Palms to Passion Sunday 2012


4/1

There are some days that start as if the universe has stripped a gear. Like you are out of sync with the cosmos in some way. Or maybe it’s just April Fools’ Day.  85Copy’s closed when I go to get the bulletins. There’s no one around when I first get to the church. Wesley and Antonia are still on the steps and it’s after 10:30. Later, Rafael will help me move them, Andre looking on, shaking his head. I think thet're incapable of following the guidelines you've set up, he says.  I’ve left my cell phone at home and Dan has left for church already so I’ll have to cab home and back to get it. People are waiting and ready When I get back, Amy has just arrived. 
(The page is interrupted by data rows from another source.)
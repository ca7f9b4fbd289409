//! DC linearity: how the gain moves as the light rises (docs/physics.md §12).
//!
//! The curve is traced in the cathode current (which cannot fold back), from an ideal anode
//! current of 1e-4 of the quiescent divider current to three times it, on log-spaced points,
//! each solve starting from the previous one (continuation). It is presented as a user
//! measures it, output against light: the deviation `I_a / (G0 · I_k) − 1` against the ideal
//! current `G0 · I_k` (`G0` the small-signal gain), a monotonic axis. The real anode current
//! rises to a ceiling — the most the divider delivers before its gain falls to half
//! ([`SATURATED_GAIN`]) — and beyond it either falls or creeps up at a gain far below the
//! small-signal one, depending on the gain law; points past the ceiling are marked. Crossings of +1 %, −1 %, +5 % and −5 % are bracketed on the grid and refined by
//! modified regula falsi (Illinois) on ln(cathode current) with real solves.
//!
//! What is robust and what is not: the ±1 % and ±5 % onsets follow from the divider and the
//! gain law; the height of the over-linearity peak depends on how collection fails at a starved
//! gap, which the tube model represents by its own low-field law (a modelling choice, see
//! [`crate::model::tube`]), so the peak is quoted as model-dependent.

use crate::solve::network::{Network, OperatingPoint, SATURATED_GAIN, SolveError, Workspace};

/// One point of the linearity curve.
#[derive(Debug, Clone, Copy, PartialEq)]
pub struct LinearityPoint {
    /// Average anode current, amperes.
    pub anode_amps: f64,
    /// The anode current a linear tube would give at this light, `G0 · I_k`, amperes (rises
    /// with the light, so it orders the curve).
    pub ideal_amps: f64,
    /// Whether the point lies past the ceiling (the anode current has fallen below it, or the
    /// gain has fallen under half the small-signal gain).
    pub past_ceiling: bool,
    /// Gain deviation from the small-signal gain (fraction).
    pub deviation: f64,
}

/// The linearity curve and its limits.
#[derive(Debug, Clone, PartialEq)]
pub struct Linearity {
    /// Points in order of rising cathode current.
    pub points: Vec<LinearityPoint>,
    /// Anode current where the deviation first reaches +1 %.
    pub plus_1pct: Option<f64>,
    /// … −1 %.
    pub minus_1pct: Option<f64>,
    /// … +5 %.
    pub plus_5pct: Option<f64>,
    /// … −5 %.
    pub minus_5pct: Option<f64>,
    /// Largest positive deviation (over-linearity) and where.
    pub peak_over: Option<LinearityPoint>,
    /// The over-linearity peak again with a low-field collection knee ten times the tube's
    /// (knee volts, largest deviation): how far the peak's height rests on that law. `None`
    /// without a peak.
    pub peak_over_stiff_knee: Option<(f64, f64)>,
    /// Why the curve stopped early, if it did.
    pub stopped: Option<String>,
    /// The saturation ceiling: the most anode current the trace finds before the gain falls to
    /// [`SATURATED_GAIN`] of the small-signal gain, amperes, when the current turns down or the
    /// gain halves within the traced range (`None`: neither happens).
    pub ceiling_amps: Option<f64>,
}

/// Number of points on the curve.
pub const CURVE_POINTS: usize = 200;

/// Solve at cathode current `ik` starting from `prev`; when Newton fails, walk there in smaller
/// steps of ln(ik) (continuation), down to 1/256 of the original step.
fn continue_to(
    net: &Network,
    ik: f64,
    prev: Option<&OperatingPoint>,
    ws: &mut Workspace,
) -> Result<OperatingPoint, SolveError> {
    let first = net.solve_raw(ik, prev, ws);
    let Some(start) = prev else {
        return first;
    };
    if first.is_ok() {
        return first;
    }
    let mut err = first;
    for pieces in [4usize, 16, 64, 256] {
        let (a, b) = (start.cathode_amps.ln(), ik.ln());
        let mut cur = start.clone();
        let mut ok = true;
        for s in 1..=pieces {
            let x = (a + (b - a) * s as f64 / pieces as f64).exp();
            match net.solve_raw(x, Some(&cur), ws) {
                Ok(op) => cur = op,
                Err(e) => {
                    err = Err(e);
                    ok = false;
                    break;
                }
            }
        }
        if ok {
            return Ok(cur);
        }
    }
    // Past a turning point the branch may end: a cold start finds the other one, if any.
    net.solve_raw(ik, None, ws).or(err)
}

/// The top of the anode current between the grid's neighbours of its highest point: golden
/// section on ln(cathode current) with real solves (the curve is smooth and single-peaked
/// there), never below the grid's own highest value.
fn refine_ceiling(
    net: &Network,
    ops: &[(f64, OperatingPoint)],
    top: usize,
    grid_best: f64,
    ws: &mut Workspace,
) -> f64 {
    if top == 0 || top + 1 >= ops.len() {
        return grid_best;
    }
    let start = ops[top].1.clone();
    let mut at = |x: f64| {
        net.solve_raw(x.exp(), Some(&start), ws)
            .map_or(0.0, |op| op.anode_amps())
    };
    let (mut a, mut b) = (ops[top - 1].0.ln(), ops[top + 1].0.ln());
    let r = 0.5 * (5f64.sqrt() - 1.0);
    let (mut c, mut d) = (b - r * (b - a), a + r * (b - a));
    let (mut fc, mut fd) = (at(c), at(d));
    let mut best = grid_best.max(fc).max(fd);
    for _ in 0..60 {
        if (b - a).abs() < 1e-10 {
            break;
        }
        if fc > fd {
            (b, d, fd) = (d, c, fc);
            c = b - r * (b - a);
            fc = at(c);
            best = best.max(fc);
        } else {
            (a, c, fc) = (c, d, fd);
            d = a + r * (b - a);
            fd = at(d);
            best = best.max(fd);
        }
    }
    best
}

/// The distance of a deviation past `target`: at least 0 once the deviation reaches it (≥ a
/// positive target, ≤ a negative one).
fn signed(target: f64) -> impl Fn(f64) -> f64 {
    move |d: f64| if target > 0.0 { d - target } else { target - d }
}

/// Refine a crossing bracketed by two solved points `(ik, op)` on the curve (the first short
/// of it, the second past it): modified regula falsi (Illinois) on `dist(G/G0 − 1)` against
/// ln(cathode current) with real solves, each started from the last point short of it. Returns
/// the anode current at the solved point nearest the target (on either side), stopping within
/// 1e-9 of it in deviation or at a bracket of 1e-12 in ln(ik).
fn refine(
    net: &Network,
    g0: f64,
    dist: &dyn Fn(f64) -> f64,
    (short, past): (&(f64, OperatingPoint), &(f64, OperatingPoint)),
    ws: &mut Workspace,
) -> f64 {
    let mut opa = short.1.clone();
    let fa = dist(opa.gain() / g0 - 1.0);
    let fb = dist(past.1.gain() / g0 - 1.0);
    let found = crate::numerics::root::illinois(
        |x| {
            let op = net.solve_raw(x.exp(), Some(&opa), ws).ok()?;
            let f = dist(op.gain() / g0 - 1.0);
            let amps = op.anode_amps();
            if f < 0.0 {
                opa = op;
            }
            Some((f, amps))
        },
        (short.0.ln(), fa),
        (past.0.ln(), fb, past.1.anode_amps()),
        1e-9,
        1e-12,
        60,
    );
    found.nearest.2
}

/// Anode current where the deviation G/G0 − 1 first reaches `target` (≥ a positive target,
/// ≤ a negative one; `abs` compares |deviation| with `target`), without tracing the whole
/// curve: a 24-point scan in ln(cathode current) from 1e-3 to 3× the divider current over the
/// gain, each solve started from the last, then the same refinement as the traced curve's.
/// `None` when not reached in that range. Used where many bases are solved (sweep, spread).
pub fn crossing(net: &Network, target: f64, abs: bool, ws: &mut Workspace) -> Option<f64> {
    let g0 = net.small_signal_gain();
    let i_div = net.capacity();
    let lo = (1e-3 * i_div / g0).ln();
    let hi = (3.0 * i_div / g0).ln();
    let count = 24;
    let plain = signed(target);
    let dist = move |d: f64| if abs { d.abs() - target } else { plain(d) };
    let mut prev: Option<(f64, OperatingPoint)> = None;
    for i in 0..count {
        let ik = (lo + (hi - lo) * i as f64 / (count - 1) as f64).exp();
        let op = net.solve_raw(ik, prev.as_ref().map(|p| &p.1), ws).ok()?;
        if dist(op.gain() / g0 - 1.0) >= 0.0 {
            let Some(short) = prev else {
                return Some(op.anode_amps());
            };
            return Some(refine(net, g0, &dist, (&short, &(ik, op)), ws));
        }
        prev = Some((ik, op));
    }
    None
}

/// Trace the curve.
pub fn trace(net: &Network, ws: &mut Workspace) -> Result<Linearity, SolveError> {
    trace_points(net, CURVE_POINTS, ws)
}

/// The over-linearity peak of the same base with a tube whose low-field collection knee is ten
/// times stiffer (the tube recalibrated on its own gain figures): (knee volts, largest
/// deviation, 0 when there is none). `None` when that tube does not calibrate or solve.
pub fn peak_with_stiff_knee(
    design: &crate::design::Design,
    net: &Network,
    ws: &mut Workspace,
) -> Option<(f64, f64)> {
    let mut spec = design.tube.clone();
    spec.collection_knee *= 10.0;
    let tube = crate::model::tube::TubeModel::from_spec(&spec).ok()?;
    let mut stiff = net.clone();
    stiff.tube = tube;
    let l = trace_points(&stiff, CURVE_POINTS / 2, ws).ok()?;
    Some((
        spec.collection_knee,
        l.peak_over.map_or(0.0, |p| p.deviation),
    ))
}

/// Trace with a chosen number of points.
pub fn trace_points(
    net: &Network,
    count: usize,
    ws: &mut Workspace,
) -> Result<Linearity, SolveError> {
    let g0 = net.small_signal_gain();
    let i_div = net.capacity();
    let lo = (1e-4 * i_div / g0).ln();
    let hi = (3.0 * i_div / g0).ln();
    let mut points = Vec::with_capacity(count);
    let mut ops: Vec<(f64, OperatingPoint)> = Vec::with_capacity(count);
    let mut prev: Option<OperatingPoint> = None;
    let mut stopped = None;
    for i in 0..count {
        let ik = (lo + (hi - lo) * i as f64 / (count - 1) as f64).exp();
        // Predict the start by linear extrapolation from the last two points (the grid is even
        // in ln I_k), which saves a Newton step on the smooth part of the curve.
        let predicted = match (ops.len(), prev.as_ref()) {
            (k, Some(p1)) if k >= 2 => {
                let p0 = &ops[k - 2].1;
                let mut guess = p1.clone();
                for (g, (a, b)) in guess
                    .potentials
                    .iter_mut()
                    .zip(p0.potentials.iter().zip(&p1.potentials))
                {
                    *g = 2.0 * b - a;
                }
                Some(guess)
            }
            _ => None,
        };
        let attempt = match &predicted {
            Some(guess) => net.solve_raw(ik, Some(guess), ws).ok(),
            None => None,
        };
        let solved = match attempt {
            Some(op) => Ok(op),
            None => continue_to(net, ik, prev.as_ref(), ws),
        };
        match solved {
            Ok(op) => {
                points.push(LinearityPoint {
                    anode_amps: op.anode_amps(),
                    ideal_amps: g0 * ik,
                    past_ceiling: false,
                    deviation: op.gain() / g0 - 1.0,
                });
                prev = Some(op.clone());
                ops.push((ik, op));
            }
            Err(e) => {
                if i == 0 {
                    return Err(e);
                }
                stopped = Some(format!(
                    "the curve stops at {}: {e}",
                    crate::units::format_eng(
                        points.last().map_or(0.0, |p: &LinearityPoint| p.anode_amps),
                        "A"
                    )
                ));
                break;
            }
        }
    }
    let find = |target: f64, ws: &mut Workspace| -> Option<f64> {
        let dist = signed(target);
        let idx = points.iter().position(|p| dist(p.deviation) >= 0.0)?;
        if idx == 0 {
            return Some(points[0].anode_amps);
        }
        Some(refine(net, g0, &dist, (&ops[idx - 1], &ops[idx]), ws))
    };
    let plus_1pct = find(0.01, ws);
    let minus_1pct = find(-0.01, ws);
    let plus_5pct = find(0.05, ws);
    let minus_5pct = find(-0.05, ws);
    // The ceiling (network::SATURATED_GAIN): the most anode current before the gain halves.
    let saturated = points
        .iter()
        .position(|p| 1.0 + p.deviation < SATURATED_GAIN)
        .unwrap_or(points.len());
    let (top, grid_best) =
        points[..saturated]
            .iter()
            .enumerate()
            .fold((0, 0.0f64), |(i, m), (j, p)| {
                if p.anode_amps > m {
                    (j, p.anode_amps)
                } else {
                    (i, m)
                }
            });
    let ceiling_amps = if top + 1 < saturated {
        // The current turned down before the gain halved: the top of the curve, when it has
        // really turned down (not a last point that merely sits on the top).
        let turned = points[top + 1..saturated]
            .iter()
            .any(|p| p.anode_amps < grid_best);
        turned.then(|| refine_ceiling(net, &ops, top, grid_best, ws))
    } else if saturated < points.len() && saturated > 0 {
        // Still rising when the gain halves: the ceiling is that point.
        let edge = net.saturation_edge(&ops[saturated - 1].1, &ops[saturated].1, g0, ws);
        Some(edge.map_or(grid_best, |op| op.anode_amps().max(grid_best)))
    } else {
        None
    };
    if let Some(c) = ceiling_amps {
        for (i, p) in points.iter_mut().enumerate().skip(top + 1) {
            p.past_ceiling = i >= saturated || p.anode_amps < c;
        }
    }
    let peak_over = points
        .iter()
        .copied()
        .filter(|p| p.deviation > 0.0)
        .max_by(|a, b| a.deviation.total_cmp(&b.deviation));
    Ok(Linearity {
        peak_over_stiff_knee: None,
        ceiling_amps,
        points,
        plus_1pct,
        minus_1pct,
        plus_5pct,
        minus_5pct,
        peak_over,
        stopped,
    })
}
The service is a little shaky gettig underway. It’s an adaptation oif a sevice  Katherine and I came up with years ago in which the liturgy moves with Jesus through  Holy Week with Stephen Mitchell’s telling of the Gospel as its text.
We read of the triumphant entry, singing Hosanna.  I remember other times, processing around the sanctuary following Greg Beyer with the berimbau. Jed Distler’s amazing creation with Katherine of the Great Round Dance of the Cross. When in the narrative Jesus prays, we pray. When they sing a psalm, we sing a psalm (118) When he breaks bread with his friends, we break bread. 
When we reach the time of  reflection, I’m starting to feel more at ease. I ask everyone to raise their palms, wave them. I ask them  I ask what it feels like to be on a march? At a rally?  For Stephen, there’s the excitement of the crowd, the chanting. For Hope, the feeling of togetherness. And for Rafael, who works security,  the stress that comes from having  to watch everything. That’s what the front end of this was all about. Palm Sunday was not a religious event. It’s not like Jesus said well next week is Easter so we need something to kick off the week....maybe something special for the children....
Check this out....Palm Sunday was primarily a political event.....what were the issues?
  • The Roman Empire occupying their country, back when occupy was only a negative word.
  • Taxation without representation, money going to support the Empire
  • Support of local leaders for the empire, the ethnarchs, the Herods, who ruled over their own people on behalf of the Romans.  
The event itself was many things...symbolically a mocking of a Roman victory parade, with #OWS cutting humor style. Imagine signs, chants, down with the empire, Rome go home..Some were hoping it was the start of the revolution...and Jesus was the guy who was going to be the leader...there bits of evidence  here and there in the Gospel that seem to indicate an underground movement with coded signs, this man with a colt, that one carrying a water jug..
OK...so why do we do it this way? How did Palm Sunday and Passion Sunday get mashed together? Palm Sunday used to stand on its own, then you woud have to go through a long week of church services. As more and moe people stopped doing that, those who set the liturgical calendar wanted to make sure that we don’t just jump from one high to another. Palm Sunday straight to Easter. Pablo Richard, a theologian from Costa Rica, says that his problem with North American  Chirstiansis that they  want to jump too quickly to the happy ending.  We need  to remind peopl that to get to Easter, you have to pass thru Good Friday, that there is  no resurection without crucixion .... so we jam it all up into one day, two liturgies, one of the Palms, one of the Passion. Can’t we have just one day to  enjoy the feeling that we might win? 
In the middle we find the story of the woman who shows uo and anoints Jesus’ head  with costly  oil. Though not named, from medieval pop culture to Jesus Christ Superstar she’s ben associated with  Mary Magdalene . The hardcore ideologues complain. Jesus is clear that the poor will be with us always. Not that they should be, but given human nature, they will be. There will always be ample opportunity to care for them. But Jesus will not be with us long. What she brings is extravagant loving....and that is to be honored...
Don’t follow leaders
Watch the parkin’ meters
said Dylan..long before #ows. When did Jesus get that he  wasn’t  going to be the new Che Guevara? Last Thursday night, here, Cornel West said that  No one should want to be a leader, leader’s get killed...instead we should be lovers...who love the people relentlessly...
People aren’t necesarily ready for that kind of leadership. look how fast people get pulled dowh by their own..Jesus gets himself betrayed by one of his own. And yet he embraces the moment and goes with it. 
This week is a journey ..open yourself to it...pass through the valley..see what might be on the other side..We finish with these words from the Gospel of Thomas:
The disciples of Jesus said to him, "When is the kingdom going to come?" Jesus said, "It is not by being waited for that it is going to come. They are not going to say, 'Here it is' or 'There it is," Rather, the kingdom is spread out over the earth, and people do not see it."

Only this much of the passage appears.